- [WHAT IS BEING ASKED]
Repeat exactly the lines from the start of the entries below through the line containing "block Rayleigh), identities". Omit the rest.

- [DATA FOR REVIEW]

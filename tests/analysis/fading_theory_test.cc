// Tests for analysis/fading_theory: published closed forms (BPSK over
// Rayleigh with L-branch MRC, the E1 form of ergodic capacity, outage of
// block Rayleigh), identities between laws (Nakagami m = 1 is Rayleigh,
// Rician K -> inf is AWGN), the diversity slope, two independent routes to
// the same average (MGF in Craig's form against the density average), and
// a Monte Carlo average of the AWGN error rate over drawn gains.
#include "analysis/fading_theory.h"

#include <gtest/gtest.h>

#include <boost/math/special_functions/binomial.hpp>
#include <cmath>
#include <complex>
#include <limits>
#include <numbers>
#include <random>
#include <vector>

#include "analysis/capacity.h"
#include "analysis/uncoded_theory.h"
#include "blocks/mapping/mapper.h"

namespace capgap::analysis {
namespace {

const Modulation kBpsk{ModulationFamily::kPsk, 2};
const Modulation kQpsk{ModulationFamily::kPsk, 4};
const Modulation k8Psk{ModulationFamily::kPsk, 8};
const Modulation k16Psk{ModulationFamily::kPsk, 16};
const Modulation k16Qam{ModulationFamily::kQam, 16};
const Modulation k64Qam{ModulationFamily::kQam, 64};

ChannelSpec Spec(FadingLaw law, int branches = 1, Combining combining = Combining::kMrc) {
  ChannelSpec s;
  s.law = law;
  s.branches = branches;
  s.combining = combining;
  return s;
}

ChannelSpec Rician(double k_db, int branches = 1, Combining combining = Combining::kMrc) {
  ChannelSpec s = Spec(FadingLaw::kRician, branches, combining);
  s.rician_k_db = k_db;
  return s;
}

ChannelSpec Nakagami(double m, int branches = 1, Combining combining = Combining::kMrc) {
  ChannelSpec s = Spec(FadingLaw::kNakagami, branches, combining);
  s.nakagami_m = m;
  return s;
}

std::vector<cf32> Points(const Modulation& modulation) {
  Result<Mapper> mapper = Mapper::Create(modulation);
  EXPECT_TRUE(mapper.ok());
  const auto p = mapper.value().points();
  return {p.begin(), p.end()};
}

double Db(double linear) { return 10.0 * std::log10(linear); }
double Lin(double db) { return std::pow(10.0, db / 10.0); }

// ---- Closed forms ----
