// Safeguarded Newton for EvalChebyshev(seg, x) = log_y from x in [lo, hi]
// (ln phi decreases, so f > 0 puts the root above x), at most `steps` steps.
double NewtonRefine(const ChebyshevSegment& seg, double log_y, double x, double lo, double hi,
                    int steps) {
  for (int k = 0; k < steps; ++k) {
    const double f = EvalChebyshev(seg, x) - log_y;
    if (f > 0.0) {
      lo = x;
    } else if (f < 0.0) {
      hi = x;
    } else {
      return x;
    }
    double next = x - f / EvalChebyshevDerivative(seg, x);
    if (!(next >= lo && next <= hi)) next = 0.5 * (lo + hi);
    if (std::abs(next - x) <= 4e-16 * x + 1e-300) return next;
    x = next;
  }
  return x;
}

// Newton for log_phi(x) = log_y with x kept >= floor, from x, for a
// log_phi(x, &derivative) that returns ln phi(x) and sets d ln phi / dx;
// stops when a step moves x by at most rel_tol x, or after `steps` steps.
template <typename LogPhi>
double NewtonAboveFloor(LogPhi&& log_phi, double log_y, double x, double floor, int steps,
                        double rel_tol) {
  for (int k = 0; k < steps; ++k) {
    double derivative = 0.0;
    const double f = log_phi(x, &derivative) - log_y;
    const double next = std::max(floor, x - f / derivative);
    if (std::abs(next - x) <= rel_tol * x) return next;
    x = next;
  }
  return x;
}

// Root in the segment from linear interpolation of its end values.
double NewtonInverse(const ChebyshevSegment& seg, double log_y, int steps) {
  double x = seg.a + (seg.b - seg.a) * (log_y - seg.log_phi_a) / (seg.log_phi_b - seg.log_phi_a);
  return NewtonRefine(seg, log_y, std::clamp(x, seg.a, seg.b), seg.a, seg.b, steps);
}

struct PhiTable {
  std::vector<ChebyshevSegment> segments;
};

PhiTable BuildPhiTable() {
  std::vector<double> breaks = {0.0, 0.25, 0.5};
  while (breaks.back() < kPhiTableMax) breaks.push_back(2.0 * breaks.back());
  PhiTable table;
  for (std::size_t s = 0; s + 1 < breaks.size(); ++s) {
    ChebyshevSegment seg;
    seg.a = breaks[s];
    seg.b = breaks[s + 1];
    std::array<double, kChebyshevTerms> values{};
    constexpr double n = kChebyshevTerms;
    for (int k = 0; k < kChebyshevTerms; ++k) {
      const double t = std::cos(kPi * (k + 0.5) / n);
      values[static_cast<std::size_t>(k)] =
          LogPhiByQuadrature(0.5 * (seg.a + seg.b) + 0.5 * (seg.b - seg.a) * t);
    }
    for (int j = 0; j < kChebyshevTerms; ++j) {
      double acc = 0.0;
      for (int k = 0; k < kChebyshevTerms; ++k) {
        acc += values[static_cast<std::size_t>(k)] * std::cos(kPi * j * (k + 0.5) / n);
      }
      seg.c[static_cast<std::size_t>(j)] = 2.0 * acc / n;
    }
    // Derivative series: d_(j-1) = d_(j+1) + 2 j c_j (same c_0/2 convention).
    for (std::size_t j = kChebyshevTerms - 1; j >= 1; --j) {
      const double above = j + 1 < kChebyshevTerms ? seg.dc[j + 1] : 0.0;
      seg.dc[j - 1] = above + 2.0 * static_cast<double>(j) * seg.c[j];
    }
    table.segments.push_back(seg);
  }
  for (ChebyshevSegment& seg : table.segments) {
    seg.log_phi_a = seg.a == 0.0 ? 0.0 : EvalChebyshev(seg, seg.a);
    seg.log_phi_b = EvalChebyshev(seg, seg.b);
    // The inverse x(ln phi) on [log_phi_b, log_phi_a], fitted to Newton
    // solutions at the Chebyshev nodes.
    std::array<double, kChebyshevTerms> values{};
    constexpr double n = kChebyshevTerms;
    for (int k = 0; k < kChebyshevTerms; ++k) {
      const double t = std::cos(kPi * (k + 0.5) / n);
      const double g =
          0.5 * (seg.log_phi_a + seg.log_phi_b) + 0.5 * (seg.log_phi_a - seg.log_phi_b) * t;
      values[static_cast<std::size_t>(k)] = NewtonInverse(seg, g, 60);
    }
    for (int j = 0; j < kChebyshevTerms; ++j) {
      double acc = 0.0;
      for (int k = 0; k < kChebyshevTerms; ++k) {
        acc += values[static_cast<std::size_t>(k)] * std::cos(kPi * j * (k + 0.5) / n);
      }
      seg.inverse[static_cast<std::size_t>(j)] = 2.0 * acc / n;
    }
  }
  return table;
}

const PhiTable& GetPhiTable() {
  static const PhiTable table = BuildPhiTable();  // thread-safe initialisation
  return table;
}

// ---------------------------------------------- degree distribution data --

struct Degree {
  int degree;
  double fraction;
};

std::vector<Degree> NonZero(const std::vector<double>& coefficients) {
  std::vector<Degree> out;
  for (std::size_t d = 0; d < coefficients.size(); ++d) {
    if (coefficients[d] > 0.0) out.push_back({static_cast<int>(d), coefficients[d]});
  }
  return out;
}

double Lambda2(const EdgeDistribution& e) { return e.lambda.size() > 2 ? e.lambda[2] : 0.0; }

double RhoPrimeAtOne(const EdgeDistribution& e) {
  double sum = 0.0;
  for (std::size_t d = 2; d < e.rho.size(); ++d) sum += e.rho[d] * static_cast<double>(d - 1);
  return sum;
}

// Largest sigma with lambda_2 rho'(1) exp(-1/(2 sigma^2)) < 1 (infinite when
// lambda_2 rho'(1) <= 1).
double StabilitySigma(const EdgeDistribution& e) {
  const double product = Lambda2(e) * RhoPrimeAtOne(e);
  if (product <= 1.0) return std::numeric_limits<double>::infinity();
  return std::sqrt(1.0 / (2.0 * std::log(product)));
}

double CapacitySigma(double rate) {
  const double ebno_linear = std::pow(10.0, BinaryInputMinEbnoDb(rate) / 10.0);
  return std::sqrt(1.0 / (2.0 * rate * ebno_linear));
}

double EbnoDb(double rate, double sigma) {
  return 10.0 * std::log10(1.0 / (2.0 * rate * sigma * sigma));
}

std::string Format(const char* format, auto... args) {
  char buffer[512];
  std::snprintf(buffer, sizeof buffer, format, args...);
  return buffer;
}

Status ValidateRate(double rate) {
  if (!(rate > 0.0 && rate <= 1.0))
    return Status::Error(Format("rate = %g: must be in (0, 1]", rate));
  return Status::Ok();
}

// Bisection on sigma for a monotone predicate decodes(sigma). The upper end
// is min(capacity sigma, stability sigma). Returns the largest sigma found to
// decode, with *stability_limited set when that is the stability limit.
template <typename Decodes>
Result<double> BisectThreshold(const EdgeDistribution& e, double tolerance, Decodes&& decodes,
                               bool* stability_limited) {
  const double capacity_sigma = CapacitySigma(DesignRate(e));
  const double stability_sigma = StabilitySigma(e);
  double hi = std::min(capacity_sigma, stability_sigma);
  *stability_limited = false;
  if (decodes(hi)) {
    if (stability_sigma < capacity_sigma) {
      *stability_limited = true;
      return hi;
    }
    return Status::Error(
        Format("density evolution decodes at the capacity sigma %.6f of design rate %.6f: the "
               "discretization is too coarse to be trusted",
               capacity_sigma, DesignRate(e)));
  }
  double lo = hi;
  for (int k = 0;; ++k) {
    lo *= 0.85;
    if (decodes(lo)) break;
    hi = lo;
    if (k == 40) {
      return Status::Error(Format("density evolution fails even at sigma = %.3g", lo));
    }
  }
  return Bisect(lo, hi, tolerance, decodes).lo;
}

// A threshold by BisectThreshold as a ThresholdResult: the description is
// `method_text` followed by the bisection tolerance and, when it applies,
// the stability-limit note.
template <typename Decodes>
Result<ThresholdResult> ThresholdByBisection(const EdgeDistribution& e, double rate,
                                             double tolerance, DeMethod method,
                                             const std::string& method_text, Decodes&& decodes) {
  bool stability_limited = false;
  Result<double> sigma = BisectThreshold(e, tolerance, decodes, &stability_limited);
  if (!sigma.ok()) return sigma.status();
  ThresholdResult result;
  result.sigma = sigma.value();
  result.ebno_db = EbnoDb(rate, result.sigma);
  result.method = method;
  result.description =
      method_text + Format("; bisection on sigma to %g%s", tolerance,
                           stability_limited ? "; threshold = stability limit" : "");
  return result;
}

// ----------------------------------------------- Gaussian approximation --

constexpr double kGaSuccessMean = 100.0;
constexpr int kGaMaxIterations = 200000;
constexpr double kGaStallFraction = 1e-9;

// The closed-form fit of Chung, Richardson, Urbanke 2001 (their eq. for
// phi; constants from memory):
//   phi(x) ~ exp(-0.4527 x^0.86 + 0.0218)          0 < x < 10,
//   phi(x) ~ sqrt(pi/x) exp(-x/4) (1 - 10/(7x))     x >= 10.
// The two pieces do not meet at 10 (0.03848 vs 0.03943); the inverse takes
// the small-x branch for y >= 0.03848 and the large-x branch below.
constexpr double kFitA = 0.4527;
constexpr double kFitB = 0.86;
constexpr double kFitC = 0.0218;
constexpr double kFitBreak = 10.0;

double LogPhiFitLarge(double x, double* derivative) {
  const double g = 1.0 - 10.0 / (7.0 * x);
  if (derivative != nullptr) *derivative = -0.25 - 0.5 / x + 10.0 / (7.0 * x * x) / g;
  return 0.5 * std::log(kPi / x) - 0.25 * x + std::log(g);
}

double LogPhiFit(double x) {
  if (!(x > 0.0)) return 0.0;
  if (x < kFitBreak) return -kFitA * std::pow(x, kFitB) + kFitC;
  return LogPhiFitLarge(x, nullptr);
}

double PhiFitInverseLog(double log_y) {
  if (!(log_y < 0.0)) return 0.0;
  const double log_small_end = -kFitA * std::pow(kFitBreak, kFitB) + kFitC;
  if (log_y >= log_small_end) return std::pow((kFitC - log_y) / kFitA, 1.0 / kFitB);
  return NewtonAboveFloor(LogPhiFitLarge, log_y, std::max(kFitBreak, -4.0 * log_y), kFitBreak,
                          100, 1e-14);
}

// ln(1 - (1 - s)^n) for s = exp(log_s) in (0, 1], n >= 1.
double LogOneMinusPower(double log_s, int n) {
  if (log_s < -700.0) return std::log(static_cast<double>(n)) + log_s;  // s < 1e-304
  const double t = static_cast<double>(n) * std::log1p(-std::exp(log_s));
  return std::log(-std::expm1(t));
}

template <typename LogPhi, typename PhiInverseLog>
bool GaDecodes(const std::vector<Degree>& lambda, const std::vector<Degree>& rho, double sigma,
               LogPhi log_phi, PhiInverseLog phi_inverse_log) {
  const double m0 = 2.0 / (sigma * sigma);
  std::vector<double> terms(lambda.size());
  double mu = 0.0;
  for (int iteration = 0; iteration < kGaMaxIterations; ++iteration) {
    double largest = -std::numeric_limits<double>::infinity();
    for (std::size_t i = 0; i < lambda.size(); ++i) {
      terms[i] = std::log(lambda[i].fraction) +
                 log_phi(m0 + static_cast<double>(lambda[i].degree - 1) * mu);
      largest = std::max(largest, terms[i]);
    }
    double sum = 0.0;
    for (double t : terms) sum += std::exp(t - largest);
    const double log_s = std::min(largest + std::log(sum), 0.0);
    double next = 0.0;
    for (const Degree& r : rho) {
      next += r.fraction * phi_inverse_log(LogOneMinusPower(log_s, r.degree - 1));
    }
    if (next >= kGaSuccessMean) return true;
    if (next - mu <= kGaStallFraction * next) return false;
    mu = next;
  }
  return false;
}

// ------------------------------------------------------ quantized DE --

// FFTs of at most 2^22 points (about 170 MB of buffers).
constexpr double kMaxFftPoints = 1 << 21;

// pos[k]: mass at +k step (pos[0]: mass at 0); neg[k]: mass at -k step
// (neg[0] unused, 0).
struct SignMagnitudePmf {
  std::vector<double> pos;
  std::vector<double> neg;
};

- [ANSWER SECTION]
filename tests/analysis/fading_theory_test.cc
// Tests for analysis/fading_theory: published closed forms (BPSK over
// Rayleigh with L-branch MRC, the E1 form of ergodic capacity, outage of
// block Rayleigh), identities between laws (Nakagami m = 1 is Rayleigh,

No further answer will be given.